L’étude affirme que les avantages économiques et sociaux découlant de produits tels que le charbon végétal utilisé dans la production d’acier, ou le bois employé dans la production de pâte pour l’industrie papetière, sont « faibles par rapport aux graves conséquences des plantations industrielles associées, qui ont bouleversé la vie des travailleurs, ou aux effets socio-économiques négatifs que les communautés locales ont subis. »
Il convient de souligner aussi que l’ensemble du processus de certification a été entaché d’irrégularités, que les principes du FSC n’ont pas été respectés et que les intérêts des sociétés de certification y ont influé. L’étude conclut que la gestion forestière de V&M et de Plantar enfreint la législation nationale et internationale, par exemple certains traités de l’Organisation internationale du travail. Quant à la législation environnementale, V&M et Plantar n’ont pas respecté la résolution qui exige aux entreprises de ces dimensions de présenter une étude d’incidence environnementale pour obtenir les permis correspondants.
Le rapport documente aussi le fait que les plantations de V&M et de Plantar ne respectent pas certains principes du FSC, puisque la plupart des plantations ont été établies dans des zones de cerrado, contribuant ainsi à la destruction de ce biome menacé et provoquant en outre des dommages sociaux, environnementaux, culturels et économiques.

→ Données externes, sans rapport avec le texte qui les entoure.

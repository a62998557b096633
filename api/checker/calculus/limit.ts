import type { Expr } from '../../../shared/maths/expression.ts';
import { compareExpressions } from '../compare/compare-expressions.ts';
import type { CheckContext } from '../context.ts';
import * as Q from '../numbers/rational.ts';
import { Unsettled } from '../solving/unsettled.ts';
import { infinityExpr, negateExpr, noValueExpr, numberOf, zeroExpr } from './build.ts';
import { expand } from './expand.ts';
import {
  compareScales,
  constantSeries,
  powerSeries,
  signOfCoefficient,
  unitScale,
  type Expansion,
  type Series,
} from './series-ring.ts';

export type LimitValue =
  | { readonly kind: 'finite'; readonly value: Expr }
  | { readonly kind: 'infinite'; readonly sign: 1 | -1 }
  | { readonly kind: 'none' };

/** Where a letter goes: to a value from one side, or beyond all bounds. */
export interface Target {
  readonly to: Expr;
  readonly side: 'left' | 'right';
}

/** 1 or -1 for an infinity with its sign, null for anything else. */
export function infinitySign(expr: Expr): 1 | -1 | null {
  if (expr.kind === 'constant' && expr.name === 'infinity') return 1;
  if (expr.kind !== 'sum' || expr.terms.length !== 1) return null;
  const [term] = expr.terms;
  const inner = term ? infinitySign(term.expr) : null;
  if (!term || inner === null) return null;
  return term.sign === 'minus' ? (-inner as 1 | -1) : term.sign === 'plus' ? inner : null;
}

/** The limit from one side; throws Unsettled where it is not known for certain. */
export function sideLimit(expr: Expr, variable: string, target: Target, context: CheckContext): LimitValue {
  for (const steps of stepsTried) {
    try {
      const expansion: Expansion = { ...context, steps };
      return limitOfSeries(expand(expr, variable, seriesAt(target), expansion), expansion);
    } catch (cause) {
      if (
        !(cause instanceof Unsettled) ||
        cause.reason !== 'not-settled' ||
        steps === stepsTried[stepsTried.length - 1]
      )
        throw cause;
    }
  }
  throw new Unsettled('not-settled');
}

/** Few terms first: most limits need no more, and zeros among many coefficients take long to prove. */
const stepsTried = [2, 5, 9];

function seriesAt({ to, side }: Target): Series {
  const beyond = infinitySign(to);
  if (beyond !== null) return powerSeries(numberOf(beyond), Q.minusOne);
  const step = powerSeries(numberOf(side === 'left' ? -1 : 1), Q.one);
  const at = constantSeries(to);
  return { terms: [...at.terms, ...step.terms], error: null };
}

function limitOfSeries(series: Series, context: Expansion): LimitValue {
  const [lead] = series.terms;
  if (!lead) {
    if (series.error && compareScales(series.error, unitScale, context) >= 0) throw new Unsettled('not-settled');
    return { kind: 'finite', value: zeroExpr };
  }
  const order = compareScales(lead.scale, unitScale, context);
  if (order === 0) return { kind: 'finite', value: lead.coef };
  if (order < 0) return { kind: 'finite', value: zeroExpr };
  return { kind: 'infinite', sign: signOfCoefficient(lead.coef, context) as 1 | -1 };
}

/** The limit as it is written: from both sides it has a value only where these agree. */
export function limitOf(node: Extract<Expr, { kind: 'limit' }>, context: CheckContext): LimitValue {
  const { operand, variable, to, side } = node;
  if (infinitySign(to) !== null) return sideLimit(operand, variable, { to, side: 'right' }, context);
  if (side !== 'both') return sideLimit(operand, variable, { to, side }, context);
  const right = sideLimit(operand, variable, { to, side: 'right' }, context);
  const left = sideLimit(operand, variable, { to, side: 'left' }, context);
  if (right.kind === 'infinite' && left.kind === 'infinite') return right.sign === left.sign ? right : { kind: 'none' };
  if (right.kind !== 'finite' || left.kind !== 'finite') return { kind: 'none' };
  const found = compareExpressions(left.value, right.value, context);
  if (found.kind === 'equal') return right;
  if (found.kind === 'different') return { kind: 'none' };
  throw new Unsettled('not-settled');
}

/** A limit as an expression: an infinity, or one without a value, where it is one. */
export function limitExpr(limit: LimitValue): Expr {
  switch (limit.kind) {
    case 'finite':
      return limit.value;
    case 'infinite':
      return limit.sign > 0 ? infinityExpr : negateExpr(infinityExpr);
    case 'none':
      return noValueExpr;
  }
}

Le FSC s’enorgueillit de l’attention qu’il accorde aux questions sociales, et fonde sa crédibilité sur la consultation des organisations, des communautés et des populations locales. Pourtant, dans le cas du Brésil le processus de consultation a été très médiocre. Le Résumé public sur V&M énumère diverses « parties prenantes » avec lesquelles, d’après la SGS, il y a eu « réunions et discussions », mais ne mentionne pas les résultats de ces réunions et discussions. Les membres des syndicats de la liste de « parties prenantes » censément consultés par la SGS affirment qu’ils ne l’ont pas été lors du processus de certification de 1998.
D’autre part, les services des sociétés de certification sont payés par les entreprises qui souhaitent être certifiées ; ainsi, ces sociétés ont grand intérêt à délivrer rapidement les certificats, sans imposer beaucoup de conditions et sans vérifier si les principes du FSC sont strictement respectés.
Finalement, les rapports des sociétés de certification concernant les entreprises mentionnées manquent d’une analyse attentive de l’univers socio-économique des zones où se trouvent les plantations et d’une mise en contexte. Les rapports reflètent que les inspecteurs ont fait une interprétation subjective, aussi bien en définissant les contenus et les points prioritaires de leur analyse qu’en choisissant les interlocuteurs les moins critiques, qu’ils ont fait des visites sur le terrain orientées par un horizon interprétatif très limité et qu’ils ont ignoré les références spatiales et temporelles du territoire.
La conclusion de l’étude est la suivante : « Après avoir évalué la certification des entreprises Plantar S.A. et V&M, nous pouvons affirmer sans crainte d’erreur que la garantie que l’on prétend donner aux consommateurs est aujourd’hui inexistante ».